Lenabasum Study for Systemic Sclerosis Does Not Meet Primary Endpoint

Corbus Pharmaceuticals has announced topline results from the 52-week Phase 3 RESOLVE-1 study of lenabasum in patients with diffuse cutaneous systemic sclerosis (SSc). SSc is a rare and life-threatening multi-system autoimmune disease for which there are currently no U.S. Food and Drug Administration (FDA)-approved treatments for overall disease.

Topline data showed no significant differences in the primary and secondary endpoints when comparing lenabasum to placebo, both added to background drug therapy.

For the primary endpoint, the median American College of Rheumatology Combined Response Index for Systemic Sclerosis (ACR CRISS) scores at Week 52 were 0.887 in the placebo arm and 0.888 in the lenabasum 20 mg twice daily arm. ACR CRISS is a composite endpoint that reflects the probability of patient improvement. The maximum achievable ACR CRISS score is 1.0.

RESOLVE-1 is the first 52-week, randomized, placebo-controlled Phase 3 trial that tested the efficacy and safety of lenabasum in 365 patients with diffuse cutaneous SSc in a multinational, double-blind, randomized, placebo-controlled study, with dosing of lenabasum at 20 mg twice daily, lenabasum at 5 mg twice daily, or placebo twice daily for 52 weeks. The majority of enrolled patients (84%) were receiving background immunosuppressive drugs, reflecting recent trends in clinical practice.

Similar proportions of placebo-treated and lenabasum-treated subjects had at least one treatment emergent adverse event (AEs), 86.2% in the placebo arm and 91.7% in the lenabasum 20 mg twice daily arm. Serious AEs occurred in 14.6% of subjects in the control arm and 9.2% of subjects in the lenabasum 20 mg twice daily arm. Severe AEs occurred in 13% of subjects in the control arm and 5.8% of subjects in the lenabasum arm. No subjects receiving lenabasum withdrew from the study because of an AE-related to study drug. Lenabasum treatment was well-tolerated in this study. No evidence of lenabasum-related immunosuppression or new safety signals for lenabasum were observed.

Further analyses of these data are underway, and once Corbus has a fuller understanding of the data, the Company would like to engage with the FDA to determine potential next steps in this clinical development program. The data will be presented at upcoming medical conferences.

“We are surprised and deeply disappointed that the RESOLVE-1 trial did not meet its primary endpoint. I would like to extend my gratitude to the participants in the study and the clinical staff at the study sites, as well as to the Corbus employees, for their hard work and dedication. We now look forward to upcoming topline results from our study of lenabasum in patients with cystic fibrosis,” Yuval Cohen, Ph.D., Chief Executive Officer of Corbus said.
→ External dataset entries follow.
def _go(site: Site, anyone: bool, gov: WallDays | None, result: dict,
        unknown: list[str], fc: ForecastDay | None) -> tuple[bool | None, str]:
    """The day's go / no-go and its reason (see the module); `anyone`: a wall stands."""
    if not anyone:
        return None, "no walls standing"
    if fc is None:
        return None, "no forecast"
    if fc.storm:
        return False, f"thunderstorm forecast: counts as exceeding the stand-down ({STORM_SOURCE})"
    if unknown:
        return False, (f"no stand-down speed is known for {', '.join(unknown)} (a brace or "
                       "anchor capacity is unknown)")
    p = result[gov.mark]
    compare = (f"forecast gust {fc.gust_mph:.0f} mph {{}} stand-down {p.stand_down_speed_mph:.0f}"
               f" mph of {gov.mark} ({stand_down_rule(site, p)})")
    if fc.gust_mph < p.stand_down_speed_mph:
        return True, compare.format("<")
    return False, compare.format(">=") + ": no lifts, clear the fall zones"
Lenabasum was granted Orphan Drug designation and Fast Track designation for the treatment of SSc from the FDA and Orphan Designation for the treatment of SSc from the European Medicines Agency. Lenabasum is currently being evaluated in a Phase 3 DETERMINE study in dermatomyositis, a Phase 2 study in systemic lupus erythematosus, and a Phase 2b study in cystic fibrosis.

Systemic sclerosis, a form of scleroderma, is a chronic, rare, debilitating autoimmune disease affecting approximately 200,000 people in the North America, EU and Japan. Systemic sclerosis is considered one of the most life-threatening rheumatic diseases. The disease affects affects the skin and internal organs and is driven by inflammation and fibrosis (scarring of tissue) which can lead to severe damage and failure of multiple organs including the skin, joints, tendons, gastrointestinal tract, lungs, heart, blood vessels and kidneys. There is no cure for systemic sclerosis, and current treatments address the clinical manifestations of the disease, not the underlying mechanisms that drive inflammation and fibrosis.